5. Confirm the Kafka topic and broker listener requirements.

   The topic in topic_id must already exist unless the cluster intentionally permits topic auto-creation. Choose the partition count before enabling the output on a busy pipeline.
   Tool: Kafka Partition Count Calculator

   bootstrap_servers is only the metadata seed list. The broker addresses returned by Kafka must resolve and connect from the Logstash host, or the producer can fail after the initial metadata lookup.

6. Test the pipeline configuration with the packaged settings directory.

   $ sudo -u logstash /usr/share/logstash/bin/logstash --path.settings /etc/logstash --path.data /tmp/logstash-kafka-output-configtest --config.test_and_exit -f /etc/logstash/conf.d/60-kafka-output.conf
   Using bundled JDK: /usr/share/logstash/jdk
   Sending Logstash logs to /var/log/logstash which is now configured via log4j2.properties
   ##### snipped #####
   [2026-06-18T20:17:14,783][INFO ][logstash.javapipeline    ][main] Pipeline `main` is configured with `pipeline.ecs_compatibility: v8` setting. All plugins in this pipeline will default to `ecs_compatibility => v8` unless explicitly configured otherwise.
   Configuration OK
   [2026-06-18T20:17:14,785][INFO ][logstash.runner          ] Using config.test_and_exit mode. Config Validation Result: OK. Exiting Logstash

   The syntax test parses the Kafka output block and plugin settings only.
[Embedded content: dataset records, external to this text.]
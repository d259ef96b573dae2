"""Interval-mean sun geometry with the sunlit-fraction table: 1-minute integration, shading."""

import numpy as np
from scipy.interpolate import RegularGridInterpolator

from regionmap.downscale import solar

LAT, LON = 46.5, 10.3
AZ = np.arange(0.0, 360.0, 5.0)
EL = np.arange(0.0, 91.0, 2.0)


def table(slope_deg, aspect_deg, horizon_fn, spread_deg=2.0):
    """Sunlit table of a planar cell whose pixels' horizons spread +-spread around h(az)."""
    az, el = np.meshgrid(AZ, EL, indexing="ij")
    cosi = solar.cos_incidence_deg(90.0 - el, az, slope_deg, aspect_deg)
    frac = np.clip((el - (horizon_fn(az) - spread_deg)) / (2 * spread_deg), 0.0, 1.0) * (cosi > 0)
    return frac[None].astype(np.float32), np.maximum(cosi, 0)[None].astype(np.float32)


def ridge_east(az):
    return np.where((az > 50) & (az < 200), 14.0, 3.0)


def one_minute_reference(time_end, frac, cosi):
    """Oracle: per-minute NumPy solar position + SciPy bilinear table lookup, averaged."""
    tab = frac[0].astype(float) * cosi[0].astype(float)
    az_ext = np.concatenate([AZ, [360.0]])
    tab_ext = np.concatenate([tab, tab[:1]], axis=0)
    interp = RegularGridInterpolator((az_ext, EL), tab_ext, method="linear")
    minutes = np.arange(60)
    t = (
        time_end.astype("datetime64[s]")[:, None]
        - np.timedelta64(3600, "s")
        + (minutes * 60 + 30).astype("timedelta64[s]")[None, :]
    )
    zen, az = solar.solar_position_noaa(t, LAT, LON)
    cosz = np.cos(np.radians(zen))
    el = np.clip(90.0 - zen, EL[0], EL[-1])
    f = interp(np.stack([np.mod(az, 360.0), el], axis=-1)) * (cosz > 0)
    return np.maximum(cosz, 0).mean(axis=1), f.mean(axis=1)


def test_interval_mean_shortwave_within_1pct_of_1_minute_integration_with_ridge_sunrise():
    # Issue 3 check: interval-mean shortwave matches a 1-minute integration within 1 %,
    # including the hour the sun clears a ridge to the east. Reference: NumPy/SciPy above.
    time_end = np.datetime64("2026-01-20T01:00") + np.arange(24).astype("timedelta64[h]")
    frac, cosi = table(25.0, 120.0, ridge_east)
    terms = solar.substep_sun_terms(time_end, 3600.0, 12)
    cosz, beam = solar.interval_sun_geometry(terms, [LAT], [LON], AZ, EL, frac, cosi)
    cosz_ref, beam_ref = one_minute_reference(time_end, frac, cosi)
    extra = terms["extra_w_m2"][None, :]
    ghi = 0.7 * extra * np.maximum(cosz_ref, 0)[None, :]  # a clear-ish day
    sw, _ = solar.slope_shortwave_interval_mean(ghi, extra, cosz, beam, np.array([[0.9]]), 0.6)
    sw_ref, _ = solar.slope_shortwave_interval_mean(
        ghi, extra, cosz_ref[None], beam_ref[None], np.array([[0.9]]), 0.6
    )
    day = sw_ref[0] > 5.0
    np.testing.assert_allclose(sw[0][day], sw_ref[0][day], rtol=0.01)
    assert abs(sw[0].sum() / sw_ref[0].sum() - 1) < 0.002
    # the ridge hour exists: the sun is up but the cell is only partly lit
    partial = (cosz_ref > 0.05) & (beam_ref > 0) & (beam_ref < 0.5 * np.max(beam_ref))
    assert partial.any()


def test_kernel_horizontal_geometry_equals_numpy_reference():
    time_end = np.datetime64("2026-03-01T01:00") + np.arange(48).astype("timedelta64[h]")
    frac, cosi = table(0.0, 180.0, lambda az: 0 * az - 10)
    terms = solar.substep_sun_terms(time_end, 3600.0, 60)
    cosz, _ = solar.interval_sun_geometry(terms, [LAT], [LON], AZ, EL, frac, cosi)
    cosz_ref, _ = one_minute_reference(time_end, frac, cosi)
    np.testing.assert_allclose(cosz[0], cosz_ref, atol=1e-9)


def test_deep_north_cirque_gets_no_beam_at_december_noon():
    # Shading check: horizon 40 deg over the southern sky; at 46.5 N on 21 December
    # the noon sun stands ~20 deg high (90 - 46.5 - 23.44), so no pixel is in sun.
    # The cirque floor slopes gently (10 deg) to the north, so the sun would reach it
    # (cos i > 0) were it not for the horizon.
    time_end = np.datetime64("2025-12-21T10:00") + np.arange(4).astype("timedelta64[h]")
    frac, cosi = table(10.0, 0.0, lambda az: np.where((az > 90) & (az < 270), 40.0, 10.0))
    open_frac, open_cosi = table(10.0, 0.0, lambda az: 0 * az - 10)
    terms = solar.substep_sun_terms(time_end, 3600.0, 12)
    cosz, beam = solar.interval_sun_geometry(terms, [LAT], [LON], AZ, EL, frac, cosi)
    assert np.all(cosz > 0.2) and np.all(beam == 0.0)
    _, beam_open = solar.interval_sun_geometry(terms, [LAT], [LON], AZ, EL, open_frac, open_cosi)
    assert np.all(beam_open > 0.1)
    ghi = 0.7 * terms["extra_w_m2"][None] * cosz
    sw, kt = solar.slope_shortwave_interval_mean(
        ghi, terms["extra_w_m2"][None], cosz, beam, np.array([[0.6]]), 0.6
    )
    beam_h = (1 - solar.diffuse_fraction_erbs1982(kt)) * ghi
    np.testing.assert_allclose(sw, (ghi - beam_h) * 0.6 + 0.6 * ghi * 0.4, rtol=1e-12)


def test_open_south_slope_gets_more_than_flat_ground_in_winter():
    # Liu & Jordan (1963) geometry: in winter a south slope faces the low sun more squarely.
    time_end = np.datetime64("2026-01-15T01:00") + np.arange(24).astype("timedelta64[h]")
    no_horizon = lambda az: 0 * az - 10  # noqa: E731
    f_s, c_s = table(35.0, 180.0, no_horizon)
    f_f, c_f = table(0.0, 180.0, no_horizon)
    terms = solar.substep_sun_terms(time_end, 3600.0, 12)
    extra = terms["extra_w_m2"][None]
    cz, b_s = solar.interval_sun_geometry(terms, [LAT], [LON], AZ, EL, f_s, c_s)
    _, b_f = solar.interval_sun_geometry(terms, [LAT], [LON], AZ, EL, f_f, c_f)
    ghi = 0.7 * extra * cz
    sw_s, _ = solar.slope_shortwave_interval_mean(
        ghi, extra, cz, b_s, np.array([[(1 + np.cos(np.radians(35))) / 2]]), 0.6
    )
    sw_f, _ = solar.slope_shortwave_interval_mean(ghi, extra, cz, b_f, np.array([[1.0]]), 0.6)
    assert sw_s.sum() > 1.3 * sw_f.sum()
    np.testing.assert_allclose(sw_f, ghi, rtol=2e-2)  # flat, open: back to the global value
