def test_wrf_per_cell_forcing_matches_its_cf_twin(tmp_path, demo_cells):
    from regionmap.downscale.pipeline import downscale_cells, prepare_cells
    from regionmap.downscale.settings import DownscaleSettings

    # a WRF domain of 16 x 16 points at 3 km over the demo range, the grid turned against
    # north there (Lambert conformal about 10.5 E)
    table = demo_cells.table
    centre = (float(table["lon"].mean()), float(table["lat"].mean()))
    w = weather(12, shape=(16, 16))
    rows = list(range(12))
    wrf, _ = wrf_file(tmp_path / "wrfout_d01_2026-01-10_00:00:00", w, rows, centre=centre)
    twin = wrf_twin(w, rows[1:], tmp_path / "twin.nc", centre=centre)
    settings = DownscaleSettings()
    cells = []
    for path in (wrf, twin):
        gf = open_forcing(path)
        cells.append(downscale_cells(gf, prepare_cells(demo_cells, gf, settings), settings))
    a, b = cells
    for name in ("t_air_k", "pressure_pa", "wind_m_s", "sw_in_w_m2"):
        np.testing.assert_allclose(getattr(a, name), getattr(b, name), rtol=1e-5, err_msg=name)
    # wrfout stores the accumulations in float32: differences of ~60 mm totals keep 1e-5 mm
    np.testing.assert_allclose(a.precip_kg_m2, b.precip_kg_m2, rtol=0, atol=1e-4)
    # humidity from Q2 (Bolton 1980 vapour pressure) and from the dew point (Buck 1981 in the
    # reader) agree to 0.3 % (Buck 1981, Table 2); the longwave carried to the cell (through
    # the air's emissivity) and the precipitation phase follow it
    np.testing.assert_allclose(a.rh_frac, b.rh_frac, rtol=5e-3)
    np.testing.assert_allclose(a.lw_in_w_m2, b.lw_in_w_m2, rtol=1e-4)
    np.testing.assert_allclose(a.snow_frac, b.snow_frac, atol=0.02)


def test_wrf_new_run_restarts_the_accumulation_and_later_run_wins(tmp_path):
    w = weather(40)
    wrf_file(tmp_path / "wrfout_d01_2026-01-10_00:00:00", w, list(range(0, 30)))
    # a new run from 24 h: its own SIMULATION_START_DATE, accumulations from zero
    attrs = dict(WRF_ATTRS, SIMULATION_START_DATE="2026-01-11_00:00:00")
    acc = np.cumsum(w["pr"][24:40], axis=0) - w["pr"][24]
    wrf_file(
        tmp_path / "wrfout_d01_2026-01-11_00:00:00", w, list(range(24, 40)), attrs, start_acc=acc
    )
    gf = open_forcing(str(tmp_path / "wrfout_d01_*"))
    pr = read_all(gf)["precipitation"]
    np.testing.assert_allclose(pr, w["pr"][1:40].reshape(39, -1), atol=2e-5)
Broker DNS, advertised listeners, ACLs, TLS trust, SASL credentials, and topic permissions still need runtime proof.
   Related: How to test a Logstash pipeline configuration

7. Remove the temporary validation data path.

   $ sudo rm --recursive --force /tmp/logstash-kafka-output-configtest

8. Restart the Logstash service.

   $ sudo systemctl restart logstash.service

   Restarting logstash.service stops and starts every pipeline in the instance, so inputs and outputs briefly reopen.

   Related: How to manage the Logstash service with systemctl in Linux

9. Confirm the Logstash service is active after the restart.

   $ sudo systemctl status logstash.service --no-pager --lines=0
   ● logstash.service - logstash
        Loaded: loaded (/usr/lib/systemd/system/logstash.service; enabled; preset: enabled)
        Active: active (running) since Thu 2026-06-18 20:18:02 UTC; 8s ago
      Main PID: 24018 (java)
         Tasks: 108 (limit: 28486)
        Memory: 946.7M
           CPU: 27.219s

   Related: How to manage the Logstash service with systemctl in Linux

10. Append a fresh event to the example input file.

    $ printf 'kafka-output-test 2026-06-18T20:18:30Z\n' | sudo tee -a /var/lib/logstash/examples/kafka-output.log
    kafka-output-test 2026-06-18T20:18:30Z

    With start_position set to end, append the test line after the pipeline is running so the file input treats it as new data.

11. Check the named Kafka output in Logstash pipeline stats.

    $ curl -s 'http://localhost:9600/_node/stats/pipelines/main?pretty'
    {
      "pipelines" : {
        "main" : {
    ##### snipped #####
          "plugins" : {
            "outputs" : [ {
              "id" : "kafka_demo_output",
              "events" : {
                "in" : 1,
                "out" : 1,
                "duration_in_millis" : 48
              },
              "name" : "kafka"
            } ]
          }
        }
      }
    }

    A rising events.out value for kafka_demo_output shows that Logstash is handing events to the Kafka producer. A counter that stays flat after the test line usually points to file input state, pipeline routing, or output errors in /var/log/logstash/logstash-plain.log.

    Related: How to check Logstash pipeline metrics

12. Read one message from the topic when Kafka CLI access is available.

    $ kafka-console-consumer.sh --bootstrap-server kafka-1.example.net:9092 --topic logstash-events --from-beginning --max-messages 1 --timeout-ms 10000
    {"log":{"file":{"path":"/var/lib/logstash/examples/kafka-output.log"}},"@timestamp":"2026-06-18T20:18:31.204Z","@version":"1","host":{"name":"logstash-1.example.net"},"message":"kafka-output-test 2026-06-18T20:18:30Z","tags":["kafka_output_demo"],"event":{"original":"kafka-output-test 2026-06-18T20:18:30Z"}}

    The consumer check proves the JSON event reached the Kafka topic. Run it from a broker host or administration workstation with the same security settings required by the topic.